I only give my van a token gesture clean before a long trip and a deep wash afterwards.

It's just had it's most recent scrub last Sunday, following a trip around La Belle.


----------



## DTPCHEMICALS (Jul 24, 2006)

Just cleaned it off tomorrow. Next clean before next trip


Dave P


----------



## CliveMott (Mar 10, 2008)

Every year.

C.


----------



## carprus (Jun 22, 2008)

Every year


----------



## rrusty (Sep 15, 2007)

After every trip & sometimes in between if it needs it.


----------



## chapter (May 1, 2005)

the day after every trip, i like to remove the bugs before there sun baked to to the overhead 
chapter


----------



## lifestyle (Apr 27, 2008)

I not sure,i`ll ask the wife when she has finished pumping up the tyres ,and making my dinner. :lol: :lol: :lol: :lol: :lol:


----------



## CaGreg (Mar 28, 2007)

Tomorrow I will wash the van for the first time!!
Well my first time. It hasn't been washed since we returned from the voyage so there are French and Spanish insects to be dealt with as well as our exotic Irish species. I bought bug bashing formula and tar removing stuff today in a car factors shop. 
I have never seen another woman in one of these shops (ever!)
They are always the most intimidating shops to go in to. I never feel that I can give off a confident knowing air in a Motor Factor Shop, even when I know what I want.

Ca


----------



## hblewett (Jan 28, 2008)

Once a year properly, the lower part when it is so grubby I can't stand it any longer. 

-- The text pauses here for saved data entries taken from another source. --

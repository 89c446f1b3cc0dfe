"""The tables of the store, as this version knows them; `migrations` says how each came to be."""

from __future__ import annotations

from sqlalchemy import ForeignKey, ForeignKeyConstraint, Integer, LargeBinary, String, Text
from sqlalchemy.orm import DeclarativeBase, Mapped, mapped_column


class Base(DeclarativeBase):
    pass


class NotebookRow(Base):
    """A notebook. `origin` is the name that its hashes cover: a copy keeps it, so that the chain still holds."""

    __tablename__ = "notebooks"

    id: Mapped[str] = mapped_column(String(32), primary_key=True)
    origin: Mapped[str] = mapped_column(String(32))
    title: Mapped[str] = mapped_column(String(200))
    created_at: Mapped[str] = mapped_column(String(32))
    created_by: Mapped[str] = mapped_column(String(200))
    archived_at: Mapped[str | None] = mapped_column(String(32))
    archived_by: Mapped[str | None] = mapped_column(String(200))
    length: Mapped[int] = mapped_column(Integer)  # entries written: a tail cut off is noticed
    head: Mapped[str] = mapped_column(String(64))  # hash of the last one


class SheetRow(Base):
    """A sheet at work: its state as JSON, its undo history compressed, and the number of times it was saved."""

    __tablename__ = "sheets"

    notebook: Mapped[str] = mapped_column(ForeignKey("notebooks.id"), primary_key=True)
    number: Mapped[int] = mapped_column(Integer, primary_key=True)
    title: Mapped[str] = mapped_column(String(200))
    state: Mapped[str] = mapped_column(Text)
    history: Mapped[bytes] = mapped_column(LargeBinary)
    revision: Mapped[int] = mapped_column(Integer)
    saved_at: Mapped[str] = mapped_column(String(32))
    saved_by: Mapped[str] = mapped_column(String(200))


class EntryRow(Base):
    """An entry: written once. `body` is its canonical JSON, `words` what a search looks through."""

    __tablename__ = "entries"
    __table_args__ = (ForeignKeyConstraint(["notebook"], ["notebooks.id"]),)

    notebook: Mapped[str] = mapped_column(String(32), primary_key=True)
    number: Mapped[int] = mapped_column(Integer, primary_key=True)
    kind: Mapped[str] = mapped_column(String(16))
    at: Mapped[str] = mapped_column(String(32))
    author: Mapped[str] = mapped_column(String(200))
    sheet: Mapped[int | None] = mapped_column(Integer)
    body: Mapped[str] = mapped_column(Text)
    previous: Mapped[str] = mapped_column(String(64))
    sha256: Mapped[str] = mapped_column(String(64))
    words: Mapped[str] = mapped_column(Text)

Guess I spend too much time polishing my old cars, which 'have' to be very smart - can't keep up the same standard on something as big as the motorhome.


----------



## MrsW (Feb 8, 2009)

Never! That's what I keep a husband (Penquin) for! :lol: :lol: :lol:


----------



## JohnsCrossMotorHomes (Jul 21, 2007)

Spare a thought for us, you only have one, think of how many we have to keep clean and spotless  

Peter


----------



## MrsW (Feb 8, 2009)

JohnsCrossMotorHomes said:


> Spare a thought for us, you only have one, think of how many we have to keep clean and spotless
> 
> Peter


You're surely not expecting sympathy are you Peter (hihi!!)


----------



## JohnsCrossMotorHomes (Jul 21, 2007)

Of oursre and some unpaid volunteers  

Peter


----------



## MrsW (Feb 8, 2009)

In your dreams!


----------



## Invicta (Feb 9, 2006)

It goes to the 'American Car Wash' at Chartham Hatch (Well it is an American RV!) and gets washed all over twice a year by Polish young men, usually 4 of them at the same time, roof included, for £20. Blooming good job they make of it to!


----------



## Rislar (Aug 16, 2008)

Quite a few time really!! usually before a trip though!!


----------



## TheBoombas (Aug 23, 2006)

When it's dirty and Lorraine wont wash it for me..

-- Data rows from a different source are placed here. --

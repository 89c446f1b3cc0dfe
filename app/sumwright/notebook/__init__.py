"""The notebook: sheets that are kept, an append-only log of entries, who may do what, and the settings of a server.

`store` keeps, `desk` decides who may, `autosave` saves without being asked, `bundle` carries a whole notebook as one
open file. Nothing in here knows the page.
"""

I hate washing vehicles, loath it... chore chore chore.
Especially the van roof!!

I think the car has only been washed a dozen times in 3 years!
and most of them were by machines.

Every time I get a new vehicle I say I'm going to keep it nice and clean, well we have had our new van 2 weeks now, So wait for it.....

I promise I'll clean it tomorrow... Promise

Brian


----------



## mandyandandy (Oct 1, 2006)

When guilt kicks in !!!!!


----------



## Penquin (Oct 15, 2007)

In spite of what MrsW said earlier! 

I try to clean it before and after every trip and in between if it really needs it. The roof is in need of being done now before we set of in a couple of weeks so I will have to have a go one of these evenings!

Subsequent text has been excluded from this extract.